What needs to be done — For the listing that follows, give again exactly the lines from the one with "per wheel |" to the one with "accelerations they produce;", including both.

Data to use —
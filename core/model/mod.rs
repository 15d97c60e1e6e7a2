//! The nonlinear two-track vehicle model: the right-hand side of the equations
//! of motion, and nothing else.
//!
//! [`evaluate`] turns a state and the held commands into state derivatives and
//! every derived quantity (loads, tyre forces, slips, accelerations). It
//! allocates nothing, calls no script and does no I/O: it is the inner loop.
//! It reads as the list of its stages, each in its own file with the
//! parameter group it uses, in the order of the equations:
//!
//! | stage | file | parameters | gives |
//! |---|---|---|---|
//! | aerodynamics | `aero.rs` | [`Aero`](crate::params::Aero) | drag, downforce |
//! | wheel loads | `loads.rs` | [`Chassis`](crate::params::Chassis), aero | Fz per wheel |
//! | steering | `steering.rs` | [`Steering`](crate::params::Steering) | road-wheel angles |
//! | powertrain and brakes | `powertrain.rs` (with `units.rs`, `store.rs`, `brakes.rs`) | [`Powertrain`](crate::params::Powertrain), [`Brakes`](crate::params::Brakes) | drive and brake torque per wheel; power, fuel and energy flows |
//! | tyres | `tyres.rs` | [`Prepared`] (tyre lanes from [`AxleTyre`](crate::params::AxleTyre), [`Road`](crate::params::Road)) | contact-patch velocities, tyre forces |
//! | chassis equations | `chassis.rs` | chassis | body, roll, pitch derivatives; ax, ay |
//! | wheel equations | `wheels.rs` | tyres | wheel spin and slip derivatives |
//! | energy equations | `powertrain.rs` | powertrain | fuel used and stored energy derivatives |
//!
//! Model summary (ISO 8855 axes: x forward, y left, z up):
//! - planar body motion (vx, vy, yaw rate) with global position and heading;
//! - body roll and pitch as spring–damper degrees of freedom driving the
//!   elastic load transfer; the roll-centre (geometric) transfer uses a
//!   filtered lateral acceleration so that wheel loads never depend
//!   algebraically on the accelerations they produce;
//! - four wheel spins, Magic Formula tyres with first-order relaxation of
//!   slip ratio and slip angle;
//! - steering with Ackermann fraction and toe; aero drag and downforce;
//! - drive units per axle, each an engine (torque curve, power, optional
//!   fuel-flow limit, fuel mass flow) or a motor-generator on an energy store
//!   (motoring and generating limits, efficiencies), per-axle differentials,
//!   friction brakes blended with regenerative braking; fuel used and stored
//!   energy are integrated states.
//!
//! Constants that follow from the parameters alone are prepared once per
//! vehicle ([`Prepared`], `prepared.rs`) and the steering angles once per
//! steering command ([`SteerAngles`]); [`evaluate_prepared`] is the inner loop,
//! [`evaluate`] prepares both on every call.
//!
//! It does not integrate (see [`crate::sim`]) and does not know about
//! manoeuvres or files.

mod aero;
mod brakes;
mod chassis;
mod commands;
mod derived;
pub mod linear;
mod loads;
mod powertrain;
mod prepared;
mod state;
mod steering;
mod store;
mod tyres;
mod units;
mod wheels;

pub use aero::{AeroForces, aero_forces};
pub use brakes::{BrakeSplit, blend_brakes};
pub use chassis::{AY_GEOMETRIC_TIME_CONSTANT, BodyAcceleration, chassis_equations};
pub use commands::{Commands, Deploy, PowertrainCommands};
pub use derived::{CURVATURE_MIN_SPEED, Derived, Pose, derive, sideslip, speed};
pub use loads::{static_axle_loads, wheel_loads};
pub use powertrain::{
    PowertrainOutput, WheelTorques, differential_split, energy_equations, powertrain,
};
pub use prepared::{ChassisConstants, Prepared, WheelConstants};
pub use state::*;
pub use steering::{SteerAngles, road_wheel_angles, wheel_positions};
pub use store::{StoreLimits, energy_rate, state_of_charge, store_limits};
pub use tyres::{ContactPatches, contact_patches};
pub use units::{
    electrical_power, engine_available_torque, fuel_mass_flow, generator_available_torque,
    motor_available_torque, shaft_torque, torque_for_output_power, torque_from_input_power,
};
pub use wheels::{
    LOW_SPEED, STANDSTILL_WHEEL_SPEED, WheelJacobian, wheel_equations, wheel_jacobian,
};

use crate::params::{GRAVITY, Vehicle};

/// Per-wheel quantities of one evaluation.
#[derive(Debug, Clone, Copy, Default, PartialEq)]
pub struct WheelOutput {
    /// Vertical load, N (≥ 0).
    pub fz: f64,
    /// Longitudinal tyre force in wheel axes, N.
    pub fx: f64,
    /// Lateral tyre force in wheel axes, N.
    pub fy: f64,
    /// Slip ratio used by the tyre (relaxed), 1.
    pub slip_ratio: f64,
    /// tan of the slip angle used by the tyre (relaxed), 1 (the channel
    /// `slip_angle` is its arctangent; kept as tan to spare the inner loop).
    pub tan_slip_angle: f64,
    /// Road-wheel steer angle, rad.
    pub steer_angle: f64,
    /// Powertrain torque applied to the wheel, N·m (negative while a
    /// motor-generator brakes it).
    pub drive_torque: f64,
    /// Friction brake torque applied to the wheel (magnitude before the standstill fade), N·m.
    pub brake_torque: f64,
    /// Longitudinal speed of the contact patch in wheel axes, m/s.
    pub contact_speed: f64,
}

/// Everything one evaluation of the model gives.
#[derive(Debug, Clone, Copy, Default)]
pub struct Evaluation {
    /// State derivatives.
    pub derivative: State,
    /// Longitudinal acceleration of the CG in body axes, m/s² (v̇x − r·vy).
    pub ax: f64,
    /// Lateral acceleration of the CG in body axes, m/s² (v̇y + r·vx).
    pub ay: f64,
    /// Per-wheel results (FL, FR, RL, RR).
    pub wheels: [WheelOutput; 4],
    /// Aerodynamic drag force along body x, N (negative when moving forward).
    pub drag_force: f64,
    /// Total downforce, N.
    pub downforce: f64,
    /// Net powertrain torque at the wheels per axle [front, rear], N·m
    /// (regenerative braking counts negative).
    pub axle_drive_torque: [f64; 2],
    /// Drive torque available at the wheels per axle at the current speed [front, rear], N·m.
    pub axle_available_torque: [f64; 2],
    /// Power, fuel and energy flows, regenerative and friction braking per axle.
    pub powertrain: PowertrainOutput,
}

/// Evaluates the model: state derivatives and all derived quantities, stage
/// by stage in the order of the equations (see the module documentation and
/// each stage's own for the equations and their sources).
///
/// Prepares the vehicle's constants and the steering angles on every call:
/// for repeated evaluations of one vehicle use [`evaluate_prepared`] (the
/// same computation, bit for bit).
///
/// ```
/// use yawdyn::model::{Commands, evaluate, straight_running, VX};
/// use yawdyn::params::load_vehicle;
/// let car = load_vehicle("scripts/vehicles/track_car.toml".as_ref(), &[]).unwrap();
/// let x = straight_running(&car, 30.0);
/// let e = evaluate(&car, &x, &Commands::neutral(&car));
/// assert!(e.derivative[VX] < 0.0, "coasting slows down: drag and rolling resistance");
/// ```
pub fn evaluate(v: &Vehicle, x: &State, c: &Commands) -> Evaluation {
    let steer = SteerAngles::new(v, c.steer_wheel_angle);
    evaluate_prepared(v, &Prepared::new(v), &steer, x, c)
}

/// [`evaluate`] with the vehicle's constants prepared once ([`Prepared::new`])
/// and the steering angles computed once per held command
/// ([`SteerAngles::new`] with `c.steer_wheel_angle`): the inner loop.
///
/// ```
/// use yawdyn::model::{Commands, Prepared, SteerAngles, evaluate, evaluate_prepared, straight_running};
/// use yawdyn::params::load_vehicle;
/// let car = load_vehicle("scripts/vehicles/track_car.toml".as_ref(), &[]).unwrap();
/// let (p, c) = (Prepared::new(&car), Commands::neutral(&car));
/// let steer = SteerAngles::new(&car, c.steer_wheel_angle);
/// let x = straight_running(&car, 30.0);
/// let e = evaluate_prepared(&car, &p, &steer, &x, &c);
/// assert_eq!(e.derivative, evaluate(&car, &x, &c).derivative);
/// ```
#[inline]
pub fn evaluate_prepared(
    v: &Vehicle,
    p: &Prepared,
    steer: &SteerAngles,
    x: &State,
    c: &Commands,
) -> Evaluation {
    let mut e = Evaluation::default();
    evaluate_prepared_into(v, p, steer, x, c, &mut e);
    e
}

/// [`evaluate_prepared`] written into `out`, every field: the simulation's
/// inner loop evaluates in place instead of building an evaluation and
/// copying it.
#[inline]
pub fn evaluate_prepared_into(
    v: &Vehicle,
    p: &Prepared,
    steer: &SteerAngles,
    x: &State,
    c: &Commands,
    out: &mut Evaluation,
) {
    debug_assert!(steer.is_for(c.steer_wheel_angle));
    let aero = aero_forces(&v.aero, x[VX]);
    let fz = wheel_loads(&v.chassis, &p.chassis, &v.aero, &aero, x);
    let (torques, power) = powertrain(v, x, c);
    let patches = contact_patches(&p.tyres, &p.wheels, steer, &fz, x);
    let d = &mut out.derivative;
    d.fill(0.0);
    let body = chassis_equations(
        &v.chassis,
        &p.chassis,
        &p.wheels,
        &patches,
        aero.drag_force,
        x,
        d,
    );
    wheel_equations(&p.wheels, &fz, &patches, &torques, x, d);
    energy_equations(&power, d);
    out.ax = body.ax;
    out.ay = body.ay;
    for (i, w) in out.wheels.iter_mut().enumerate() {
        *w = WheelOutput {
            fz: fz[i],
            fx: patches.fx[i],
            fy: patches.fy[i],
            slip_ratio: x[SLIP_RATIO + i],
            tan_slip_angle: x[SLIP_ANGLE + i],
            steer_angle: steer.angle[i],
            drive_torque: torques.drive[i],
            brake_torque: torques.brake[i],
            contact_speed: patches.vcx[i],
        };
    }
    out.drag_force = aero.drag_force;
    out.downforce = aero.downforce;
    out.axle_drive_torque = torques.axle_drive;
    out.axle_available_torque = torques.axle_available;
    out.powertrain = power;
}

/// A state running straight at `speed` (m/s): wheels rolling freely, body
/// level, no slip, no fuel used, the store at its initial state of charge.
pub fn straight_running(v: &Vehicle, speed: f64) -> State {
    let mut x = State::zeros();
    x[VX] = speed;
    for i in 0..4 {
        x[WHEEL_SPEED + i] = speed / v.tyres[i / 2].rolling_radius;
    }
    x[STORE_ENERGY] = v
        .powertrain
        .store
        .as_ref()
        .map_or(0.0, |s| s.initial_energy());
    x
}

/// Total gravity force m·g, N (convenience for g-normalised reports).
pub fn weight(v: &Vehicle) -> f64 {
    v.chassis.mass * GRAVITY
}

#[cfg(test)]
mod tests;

Answer for this exercise —
//! | wheel loads | `loads.rs` | [`Chassis`](crate::params::Chassis), aero | Fz per wheel |
//! | steering | `steering.rs` | [`Steering`](crate::params::Steering) | road-wheel angles |
//! | powertrain and brakes | `powertrain.rs` (with `units.rs`, `store.rs`, `brakes.rs`) | [`Powertrain`](crate::params::Powertrain), [`Brakes`](crate::params::Brakes) | drive and brake torque per wheel; power, fuel and energy flows |
//! | tyres | `tyres.rs` | [`Prepared`] (tyre lanes from [`AxleTyre`](crate::params::AxleTyre), [`Road`](crate::params::Road)) | contact-patch velocities, tyre forces |
//! | chassis equations | `chassis.rs` | chassis | body, roll, pitch derivatives; ax, ay |
//! | wheel equations | `wheels.rs` | tyres | wheel spin and slip derivatives |
//! | energy equations | `powertrain.rs` | powertrain | fuel used and stored energy derivatives |
//!
//! Model summary (ISO 8855 axes: x forward, y left, z up):
//! - planar body motion (vx, vy, yaw rate) with global position and heading;
//! - body roll and pitch as spring–damper degrees of freedom driving the
//!   elastic load transfer; the roll-centre (geometric) transfer uses a
//!   filtered lateral acceleration so that wheel loads never depend
//!   algebraically on the accelerations they produce;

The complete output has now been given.